RECORD EXCERPTS ::
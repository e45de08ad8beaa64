"""Config validation: every problem names the file, the key path, what was found and what was expected.

The expectations are the documented config format (README.md, "Configuration
reference"); the TOML grammar is TOML v1.0.0 (toml.io).
"""
from __future__ import annotations

import pyarrow as pa
import pyarrow.parquet as pq
import pytest

from pipelines.cli import main
from pipelines.config import load_config
from pipelines.errors import EXIT_CONFIG, ConfigError

GOOD = """
[pipeline]
name = "t"
record_kind = "tracking"
inputs = ["raw/*.parquet"]

[[stages]]
use = "time_scales"
"""


@pytest.fixture
def raw_dir(tmp_path):
    (tmp_path / "raw").mkdir()
    pq.write_table(pa.table({"x": [1]}), tmp_path / "raw" / "a.parquet")
    return tmp_path / "raw"


def problems(path, **kw):
    with pytest.raises(ConfigError) as ei:
        load_config(path, **kw)
    return ei.value.lines()


def test_good_config_resolves_defaults(write_config, raw_dir):
    cfg = load_config(write_config(GOOD))
    assert cfg.stages[0].params == {"grid_step_s": 3600.0, "tdb_site": "auto"}
    assert cfg.models["eop_beyond_table"] == "flag"
    assert cfg.batch_rows == 65536
    assert [p for p, _ in cfg.partitions()] == ["a"]


def test_toml_syntax_error_names_file_line_and_column(write_config, raw_dir):
    path = write_config('[pipeline]\nname = "t\n')
    (line,) = problems(path)
    assert line.startswith(str(path)) and "TOML syntax error" in line and "line 2" in line and "column" in line


@pytest.mark.parametrize(
    "text, key, words",
    [
        (GOOD + "\n[extra]\nx = 1\n", "extra", "unknown table"),
        (GOOD.replace('name = "t"', 'name = "t"\nbatch_size = 5'), "pipeline.batch_size", "unknown key"),
        (GOOD.replace('record_kind = "tracking"', 'record_kind = "laser"'), "pipeline.record_kind", "found 'laser', expected one of 'tracking', 'clock'"),
        (GOOD.replace('name = "t"', 'name = "t"\nbatch_rows = "many"'), "pipeline.batch_rows", "found 'many', expected an integer"),
        (GOOD.replace('name = "t"', 'name = "t"\nbatch_rows = 10'), "pipeline.batch_rows", "found 10, expected an integer in [1000, 4000000]"),
        (GOOD.replace('name = "t"', 'name = "t"\nbatch_rows = true'), "pipeline.batch_rows", "found True"),
        (GOOD.replace('name = "t"\n', ""), "pipeline.name", "missing"),
        (GOOD.replace('inputs = ["raw/*.parquet"]', "inputs = []"), "pipeline.inputs", "non-empty array"),
        (GOOD + 'grid_step_s = 7200.0\n', "stages[1].grid_step_s", "found 7200.0, expected a number in [60.0, 3600.0] (s)"),
        (GOOD + 'grid_step_s = "1h"\n', "stages[1].grid_step_s", "found '1h', expected a number"),
        (GOOD + "wobble = 1\n", "stages[1].wobble", "unknown key"),
        (GOOD.replace('use = "time_scales"', 'use = "time_travel"'), "stages[1].use", "found 'time_travel', expected one of the installed stages"),
        (GOOD + "\n[[stages]]\nuse = \"time_scales\"\n", "stages[2].use", "appears twice"),
        (GOOD + '\n[models]\neop_beyond_table = "ignore"\n', "models.eop_beyond_table", "expected one of 'flag', 'quarantine'"),
        (GOOD.replace("raw/*.parquet", "nowhere/*.parquet"), "pipeline.inputs[1]", "matches no file"),
    ],
)
def test_each_problem_names_file_key_found_expected(write_config, raw_dir, text, key, words):
    path = write_config(text)
    lines = problems(path)
    hits = [ln for ln in lines if ln.startswith(f"{path}: {key}:")]
    assert hits, lines
    assert words in hits[0], hits[0]


def test_all_problems_reported_together(write_config, raw_dir):
    text = GOOD.replace('record_kind = "tracking"', 'record_kind = 3') + "wobble = 1\n"
    lines = problems(write_config(text))
    assert any("pipeline.record_kind" in ln for ln in lines) and any("stages[1].wobble" in ln for ln in lines)


def test_stage_requiring_a_column_no_earlier_step_provides(write_config, raw_dir, plugin_on_path):
    # range_in_metres needs tt_sod_s, which only time_scales provides: placed first, it must be refused.
    text = GOOD.replace('use = "time_scales"', 'use = "range_in_metres"') + '\n[[stages]]\nuse = "time_scales"\n'
    lines = problems(write_config(text))
    assert any("stages[1].use" in ln and "requires column 'tt_sod_s', which no earlier step provides" in ln for ln in lines), lines


def test_stage_of_another_record_kind_is_refused(write_config, raw_dir, plugin_on_path):
    text = GOOD.replace('"tracking"', '"clock"') + '\n[[stages]]\nuse = "range_in_metres"\n'
    lines = problems(write_config(text))
    assert any("stages[2].use" in ln and "accepts record kinds tracking" in ln for ln in lines), lines


def test_missing_file_and_directory(tmp_path):
    assert problems(tmp_path / "absent.toml") == [f"{tmp_path / 'absent.toml'}: file not found"]
    assert "is a directory" in problems(tmp_path)[0]


def test_cli_reports_config_errors_in_one_line_each_without_traceback(write_config, raw_dir, capsys):
    path = write_config(GOOD + "wobble = 1\n")
    assert main(["check", str(path)]) == EXIT_CONFIG
    err = capsys.readouterr().err
    assert "Traceback" not in err
    assert err.strip() == f"{path}: stages[1].wobble: unknown key; expected one of: grid_step_s, tdb_site"


def test_check_prints_plan_with_defaults_and_fingerprints(write_config, raw_dir, capsys):
    path = write_config(GOOD)
    assert main(["check", str(path)]) == 0
    out = capsys.readouterr().out
    assert "grid_step_s = 3600.0" in out and "tdb_site = 'auto'" in out
    assert "partition a:" in out and "configuration OK" in out


def test_stages_command_lists_builtin_and_plugin_stages(plugin_on_path, capsys):
    assert main(["stages"]) == 0
    out = capsys.readouterr().out
    assert "time_scales@1" in out and "Fairhead & Bretagnon 1990" in out and "grid_step_s = 3600.0" in out
    assert "range_in_metres@1" in out and "17th CGPM (1983)" in out
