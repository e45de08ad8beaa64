"""The station catalogue and the ``stations`` stage.

Outside references: erfa.gd2gc (WGS84 geodetic -> geocentric, NIMA TR8350.2)
for the antenna offset along the ellipsoid normal; the linear plate-motion
model of IERS Conventions (2010) ch. 4 recomputed by hand in the test.
"""
from __future__ import annotations

import erfa
import numpy as np
import pyarrow as pa
import pytest

from pipelines.cli import main
from pipelines.errors import EXIT_CONFIG
from stages.base import StageContext
from stages.physics.station_catalogue import CatalogueError, load_catalogue
from stages.stations import Stations

LON, LAT, H = np.radians(-3.9), np.radians(51.2), 300.0


def _catalogue(tmp_path, extra="", offset="[0.0, 0.0, 0.0]"):
    x, y, z = (float(v) for v in erfa.gd2gc(1, LON, LAT, H))
    text = "\n".join([
        'format = "relcorr-stations/1"',
        "[stations.AAA]",
        f"position_m = [{x!r}, {y!r}, {z!r}]",
        "velocity_m_per_yr = [0.01, -0.02, 0.03]",
        "reference_epoch = 2015-01-01",
        f"antenna_offset_enu_m = {offset}",
        "[stations.BBB]",
        f"position_m = [{x + 1000.0!r}, {y!r}, {z!r}]",
        "reference_epoch = 2015-01-01",
        "[stations.NOPOS]",
        'name = "not surveyed"',
        extra,
    ])
    p = tmp_path / "st.toml"
    p.write_text(text + "\n")
    return p


def test_plate_motion_and_antenna_offset(tmp_path):
    cat = load_catalogue(_catalogue(tmp_path, offset="[0.0, 0.0, 25.0]"))
    i = list(cat.codes).index("AAA")
    # 25 m up along the WGS84 normal = geodetic height + 25 m (reference library: erfa.gd2gc)
    assert np.allclose(cat.position_m[i], erfa.gd2gc(1, LON, LAT, H + 25.0), atol=1e-6)
    # 2015-01-01 = MJD 57023 (datetime.date.toordinal() - 678576)
    import datetime

    assert cat.epoch_mjd[i] == datetime.date(2015, 1, 1).toordinal() - 678576
    ctx = StageContext("tracking", {}, base_dir=str(tmp_path))
    mjd = 57023 + 3652.5  # ten Julian years later
    table = pa.table({"station": ["AAA", "BBB"], "observable": ["range_two_way", "range_one_way"],
                      "utc_mjd": pa.array([int(mjd)] * 2, pa.int32())})
    res = Stations().apply(table, {"catalogue": "st.toml"}, ctx)
    years = (int(mjd) - 57023) / 365.25
    expect = cat.position_m[i] + np.array([0.01, -0.02, 0.03]) * years  # IERS TN36 ch. 4, linear model
    got = np.array([res.columns[f"site_itrs_{a}_m"][0] for a in "xyz"])
    assert np.allclose(got, expect, atol=1e-9)
    tx = np.array([res.columns[f"tx_site_itrs_{a}_m"][0] for a in "xyz"])
    assert np.array_equal(tx, got)  # two-way: the same station transmits
    assert np.isnan(res.columns["tx_site_itrs_x_m"][1])  # one-way: no transmitting station


def test_unknown_station_and_station_without_coordinates_are_quarantined(tmp_path):
    _catalogue(tmp_path)
    ctx = StageContext("tracking", {}, base_dir=str(tmp_path))
    table = pa.table({
        "station": ["AAA", "ZZZ", "NOPOS", "AAA", "AAA"],
        "transmit_station": ["AAA", "AAA", "AAA", "BBB", "QQQ"],
        "observable": ["range_two_way", "range_two_way", "range_two_way", "range_three_way", "range_three_way"],
        "utc_mjd": pa.array([58000] * 5, pa.int32()),
    })
    res = Stations().apply(table, {"catalogue": "st.toml"}, ctx)
    assert list(res.quarantine["station_unknown"]) == [False, True, False, False, True]
    assert list(res.quarantine["station_without_coordinates"]) == [False, False, True, False, False]
    # three-way: the transmitting station is BBB, 1000 m away in X at 2015-01-01; AAA moved since
    years = (58000 - 57023) / 365.25
    assert res.columns["tx_site_itrs_x_m"][3] - res.columns["site_itrs_x_m"][3] == pytest.approx(1000.0 - 0.01 * years, abs=1e-9)


@pytest.mark.parametrize("extra, words", [
    ('[stations.BAD]\nposition_m = [1.0, 2.0]\nreference_epoch = 2015-01-01', "stations.BAD.position_m: found [1.0, 2.0], expected an array of three numbers"),
    ('[stations.BAD]\nposition_m = [1.0, 2.0, 3.0]\nreference_epoch = 2015-01-01', "expected an ITRF position near the Earth's surface"),
    ('[stations.BAD]\nposition_m = [6.37e6, 0.0, 0.0]\nreference_epoch = "2015"', "stations.BAD.reference_epoch: found '2015', expected a TOML date"),
    ('[stations.BAD]\nposition_m = [6.37e6, 0.0, 0.0]\nreference_epoch = 2015-01-01\nheight = 3', "stations.BAD.height: unknown key"),
])
def test_catalogue_errors_name_file_and_key(tmp_path, extra, words):
    path = _catalogue(tmp_path, extra=extra)
    with pytest.raises(CatalogueError) as ei:
        load_catalogue(path)
    assert str(path) in str(ei.value) and words in str(ei.value)


def test_bad_catalogue_is_a_config_error_before_anything_runs(tmp_path, capsys):
    (tmp_path / "raw").mkdir()
    import pyarrow.parquet as pq

    pq.write_table(pa.table({"x": [1]}), tmp_path / "raw" / "a.parquet")
    cfg = tmp_path / "run.toml"
    cfg.write_text('[pipeline]\nname="t"\nrecord_kind="tracking"\ninputs=["raw/*.parquet"]\n'
                   '[[stages]]\nuse="stations"\ncatalogue="missing.toml"\n')
    assert main(["check", str(cfg)]) == EXIT_CONFIG
    err = capsys.readouterr().err
    assert err.strip() == f"{cfg}: stages[1].catalogue: {tmp_path / 'missing.toml'}: file not found"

TASK INSTRUCTIONS :: I'd like an exact copy of the lines above, from the very first one through the line that contains "10, expected an", with nothing else added.

RESULT ::
repository e45de08ad8beaa64
"""Config validation: every problem names the file, the key path, what was found and what was expected.

The expectations are the documented config format (README.md, "Configuration
reference"); the TOML grammar is TOML v1.0.0 (toml.io).
"""
from __future__ import annotations

import pyarrow as pa
import pyarrow.parquet as pq
import pytest

from pipelines.cli import main
from pipelines.config import load_config
from pipelines.errors import EXIT_CONFIG, ConfigError

GOOD = """
[pipeline]
name = "t"
record_kind = "tracking"
inputs = ["raw/*.parquet"]

[[stages]]
use = "time_scales"
"""


@pytest.fixture
def raw_dir(tmp_path):
    (tmp_path / "raw").mkdir()
    pq.write_table(pa.table({"x": [1]}), tmp_path / "raw" / "a.parquet")
    return tmp_path / "raw"


def problems(path, **kw):
    with pytest.raises(ConfigError) as ei:
        load_config(path, **kw)
    return ei.value.lines()


def test_good_config_resolves_defaults(write_config, raw_dir):
    cfg = load_config(write_config(GOOD))
    assert cfg.stages[0].params == {"grid_step_s": 3600.0, "tdb_site": "auto"}
    assert cfg.models["eop_beyond_table"] == "flag"
    assert cfg.batch_rows == 65536
    assert [p for p, _ in cfg.partitions()] == ["a"]


def test_toml_syntax_error_names_file_line_and_column(write_config, raw_dir):
    path = write_config('[pipeline]\nname = "t\n')
    (line,) = problems(path)
    assert line.startswith(str(path)) and "TOML syntax error" in line and "line 2" in line and "column" in line


@pytest.mark.parametrize(
    "text, key, words",
    [
        (GOOD + "\n[extra]\nx = 1\n", "extra", "unknown table"),
        (GOOD.replace('name = "t"', 'name = "t"\nbatch_size = 5'), "pipeline.batch_size", "unknown key"),
        (GOOD.replace('record_kind = "tracking"', 'record_kind = "laser"'), "pipeline.record_kind", "found 'laser', expected one of 'tracking', 'clock'"),
        (GOOD.replace('name = "t"', 'name = "t"\nbatch_rows = "many"'), "pipeline.batch_rows", "found 'many', expected an integer"),
        (GOOD.replace('name = "t"', 'name = "t"\nbatch_rows = 10'), "pipeline.batch_rows", "found 10, expected an integer in [1000, 4000000]"),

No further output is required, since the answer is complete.